# Suprised purchased, one again i ask the kind folks of TC or u advenetureous?



## deprofundis (Apr 25, 2014)

*Suprised purchased, one again i ask the kind folks of TC or u adventureous?*

I started this trend bcause some people try out music instead of listening to it before, the bold thee daring the deprofundis of this world all united.

Yeah i bought a jewish spagniard cd on Collection A (outhere label) for the prices of peanuts, 11.99 + tx, woaw. called Yedid nefesh, it's superbe quite solid impressive released.
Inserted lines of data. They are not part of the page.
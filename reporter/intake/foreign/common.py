"""Logger files of different intervals as one series of common intervals, with what was done to each channel."""

from __future__ import annotations

from collections.abc import Mapping, Sequence
from dataclasses import dataclass, field, replace
from itertools import combinations

import numpy as np

from reporter.intake.foreign.intervals import (
    ALIKE,
    LEAST_COVERAGE,
    SECOND,
    Averages,
    Clockwork,
    Series,
    Ticks,
    average,
    clockwork,
    common_interval,
    intervals_of,
    lengths,
)
from reporter.intake.foreign.merge import Clash, merged
from reporter.logged import CODE, STAMPS, LoggedColumn, LoggedRows, Moments, ReadingKind, Texts, objects
from reporter.record import Readings

#: Stamps of two files that overlap are the same where this share of the fewer stands in both.
SHARED = 0.5
RULE = (
    f"an interval has a number where valid readings cover at least {LEAST_COVERAGE:.0%} of it (common practice), and a "
    "word that stands in it makes it that word"
)


@dataclass(frozen=True, slots=True)
class File:
    """One logger file: its name, readings, the channel of each of its columns that is taken, its stamps."""

    name: str
    readings: Readings
    own: Mapping[int, str]
    at_start: bool


@dataclass(slots=True)
class Common:
    """Rows of common intervals [s], clashes by the number of the file, what was done in words.

    `blank` says of each channel what stays blank, with the first of its files.
    """

    rows: LoggedRows
    step: float
    clashes: dict[int, Clash] = field(default_factory=dict)
    words: list[str] = field(default_factory=list)
    blank: list[tuple[str, str]] = field(default_factory=list)


def needed_step(files: Sequence[File], wanted: float | None) -> float | None:
    """The common interval that files have to be brought to [s]; None where they have one already.

    Parameters
    ----------
    files
        The logger files.
    wanted
        The logging interval entered on the sheet Test [s].
    """
    every = [intervals_of(ticks(file.readings.times)) for file in files]
    steps = [step for found in every for step in found]
    if not steps:
        return None
    alike = max(steps) - min(steps) <= ALIKE * min(steps)
    if wanted is not None and max(steps) < wanted * (1.0 - ALIKE):
        return wanted
    if alike and len({file.at_start for file in files}) < 2 and not _out_of_step(files):
        return None
    return wanted if wanted is not None else common_interval(steps)


def ticks(times: Moments) -> Ticks:
    """Time stamps as whole microseconds."""
    return times.astype(STAMPS).astype(np.int64)


def _out_of_step(files: Sequence[File]) -> bool:
    """Whether two files that overlap in time have stamps at other seconds."""
    for one, two in combinations([ticks(file.readings.times) for file in files], 2):
        if not len(one) or not len(two):
            continue
        begin, end = max(one[0], two[0]), min(one[-1], two[-1])
        parts = [own[(own >= begin) & (own <= end)] for own in (one, two)]
        fewest = min(map(len, parts))
        if fewest > 1 and len(np.intersect1d(*parts)) < SHARED * fewest:
            return True
    return False


def on_common_intervals(files: Sequence[File], names: Sequence[str], step: float, *, at_start: bool) -> Common:
    """The series of all files on common intervals.

    Parameters
    ----------
    files
        The logger files; overlapping ones must agree.
    names
        The channels of the result.
    step
        The common interval [s].
    at_start
        Whether the stamps of the result name the start of their intervals.
    """
    pieces = [_ended(file) for file in files]
    every = [ticks(file.readings.times) for file in pieces]
    size = round(step * SECOND)
    begin = min(int(own[0] - lengths(own, at_start=False)[0]) for own in every)
    grid = clockwork(begin, max(int(own[-1]) for own in every), size)
    made = Common(LoggedRows(np.array([], dtype=STAMPS), np.array([], dtype=np.int64), ()), step)
    channels = [_channel(pieces, name, grid, made) for name in names]
    kept = _whole([channel.averages for channel in channels])
    columns = [_column(channel.column, channel.averages.at(kept)) for channel in channels]
    for channel in channels:
        _say(made, channel, channel.averages.at(kept))
    stamps = grid.ends[kept] - (size if at_start else 0)
    numbers = np.max([column.rows for column in columns], axis=0)
    made.rows = LoggedRows(stamps.astype(STAMPS), numbers, columns)
    return made


@dataclass(frozen=True, slots=True)
class _Channel:
    """A channel on the common intervals: its name, files, own intervals [s], readings as they were, averages."""

    name: str
    files: tuple[str, ...]
    intervals: tuple[float, ...]
    column: LoggedColumn | None
    averages: Averages


def _whole(every: Sequence[Averages]) -> Ticks:
    """The intervals with readings, from the first to the last in which any channel has more than a part of one."""
    some = np.flatnonzero(np.any([own.row >= 0 for own in every], axis=0))
    filled = np.flatnonzero(np.any([own.kind != CODE[ReadingKind.BLANK] for own in every], axis=0))
    return some[(some >= filled[0]) & (some <= filled[-1])] if len(filled) else some


def _ended(file: File) -> File:
    """A file with stamps at the end of its intervals."""
    if not file.at_start or not len(file.readings.times):
        return file
    times = ticks(file.readings.times)
    moved = (times + lengths(times, at_start=True)).astype(STAMPS)
    rows = LoggedRows(moved, file.readings.logged.rows, file.readings.logged.columns)
    return replace(file, readings=replace(file.readings, rows=rows), at_start=False)


def _channel(files: Sequence[File], name: str, grid: Clockwork, made: Common) -> _Channel:
    """One channel on the common intervals, from every file that has it."""
    holding = [(number, file) for number, file in enumerate(files) if name in file.own.values()]
    if not holding:
        empty = Series(*(np.array([], dtype=np.int64),) * 2, np.array([]), np.array([], dtype=np.uint8))
        return _Channel(name, (), (), None, average(empty, grid))
    stamps, column = _alone(holding[0][1], name) if len(holding) == 1 else _together(holding, name, made)
    series = Series(stamps - lengths(stamps, at_start=False), stamps, column.values, column.kinds)
    names = tuple(file.name for _, file in holding)
    return _Channel(name, names, intervals_of(stamps), column, average(series, grid))


def _alone(file: File, name: str) -> tuple[Ticks, LoggedColumn]:
    """Stamps and readings of a channel that one file has."""
    index = next(index for index, own in file.own.items() if own == name)
    column = file.readings.logged.columns[index]
    source = np.zeros(len(column), dtype=np.int64) if column.source is None else column.source
    return ticks(file.readings.times), replace(column, sources=file.readings.sources(index), source=source)


def _together(holding: Sequence[tuple[int, File]], name: str, made: Common) -> tuple[Ticks, LoggedColumn]:
    """Stamps and readings of a channel of several files; what they say differently is a clash."""
    only = [(file.readings, {index: own for index, own in file.own.items() if own == name}) for _, file in holding]
    rows, clashes = merged(only, [name])
    for place, clash in clashes.items():
        number = holding[place][0]
        known = made.clashes.setdefault(number, Clash(0, clash.first))
        known.count, known.first = known.count + clash.count, min(known.first, clash.first)
    return ticks(rows.times), rows.columns[0]


def _say(made: Common, channel: _Channel, own: Averages) -> None:
    """What was done to a channel, and what of it stays blank."""
    name = channel.name
    covered = own.coverage[own.kind == CODE[ReadingKind.NUMBER]]
    if len(covered) and channel.intervals != (made.step,):
        low, high = (f"{100.0 * share:.4g}" for share in (covered.min(), covered.max()))
        share = f"{low} %" if low == high else f"{low} to {high} %"
        steps = " and ".join(length(step) for step in channel.intervals)
        files = ", ".join(channel.files)
        made.words.append(f"{name} ({files}): {steps} averaged to {length(made.step)}, coverage {share}")
    if own.short:
        words = f"{name}: {own.short} intervals covered to less than {LEAST_COVERAGE:.0%}"
        made.blank.append((channel.files[0], words))
    if own.too_long:
        words = f"{name}: {own.too_long} readings stand for more than {length(made.step)} each"
        made.blank.append((channel.files[0], words))


def length(step: float) -> str:
    """A length of time in words."""
    return f"{step / 60.0:g} min" if step >= 60.0 else f"{step:g} s"


def _column(column: LoggedColumn | None, own: Averages) -> LoggedColumn:
    """The averages as a column; words and places are those of the reading that tells."""
    at = np.maximum(own.row, 0)
    kinds = own.kind
    texts = objects([""] * len(kinds))
    numbers = kinds == CODE[ReadingKind.NUMBER]
    texts[numbers] = [f"{value:.6g}" for value in own.value[numbers].tolist()]
    short = (kinds == CODE[ReadingKind.BLANK]) & (own.coverage > 0.0)
    texts[short] = [f"coverage {share:.0%}" for share in own.coverage[short].tolist()]
    if column is None or not len(column):
        return LoggedColumn(own.value, kinds, Texts(texts, own.value), np.zeros(len(kinds), dtype=np.int64))
    words = np.flatnonzero(~numbers & (own.row >= 0) & (kinds != CODE[ReadingKind.BLANK]))
    texts[words] = [column.texts[place] for place in own.row[words].tolist()]
    rows = np.where(own.row >= 0, column.rows[at], 0)
    source = None if column.source is None else column.source[at]
    return LoggedColumn(own.value, kinds, Texts(texts, own.value), rows, column.sources, source)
What your suprised pirchased , you did not '' cheats'' you read the music that was offered on the cd, i'm lucky enought to have a bishop who an ex records sellers that can ordr me special cd like this one, may he be bless, this man offer a wonderful service since inm a good customer.
:tiphat:


----------



## Klassik (Mar 14, 2017)

I recently saw an CD with violin sonatas from Aldebrando Subissati at a local CD shop. I had never of Subissati before, but I decided to take a chance on it based on the time period and the instrumentation. I quite like it! That was a good gamble. Of course, Aldebrando Subissati is so obscure that he does not even have a Wikipedia page in English, but I guess he's popular enough to have recordings.


----------



## Portamento (Dec 8, 2016)

I always hear the music I buy before doing so. If a work has multiple recordings, an intensive vetting process ensues. I am too stingy (and cautious) with my money to take gambles.


----------



## Bruce (Jan 2, 2013)

*Surprises*

I often enjoy buying CDs of composers I've never heard of before, and am usually pleasantly surprised. One might say that most of the music I've come to love started out as pleasant surprises; back in the days before CDs, when the only music I was acquainted with was Beethoven's 5th symphony and Tchaikovsky's 1812 Overture, I would just buy records without any knowledge of their composers or works. And subsequently discovered that there was a whole world of music beyond the very few pieces I knew of. The purchases I remember most vividly are Schubert's 9th Symphony, Mahler's 6th, Beethoven's 5th Piano Concerto, and Rachmaninov's 2nd Piano Concerto.

I still enjoy picking out CDs that are unknown to me. One recent purchase was a Hyperion release of John Sheppard's Sacred Music, which I loved immediately. (Music of the Renaissance is still relatively unexplored territory for me.) Ib Nørholm's 6th and 8th symphonies were also purchased on a lark--I had never heard of Nørholm before. And the Requiem of Herbert Howells--which I didn't care for on first listening, but really got to like it once I could spend a little bit of time with it.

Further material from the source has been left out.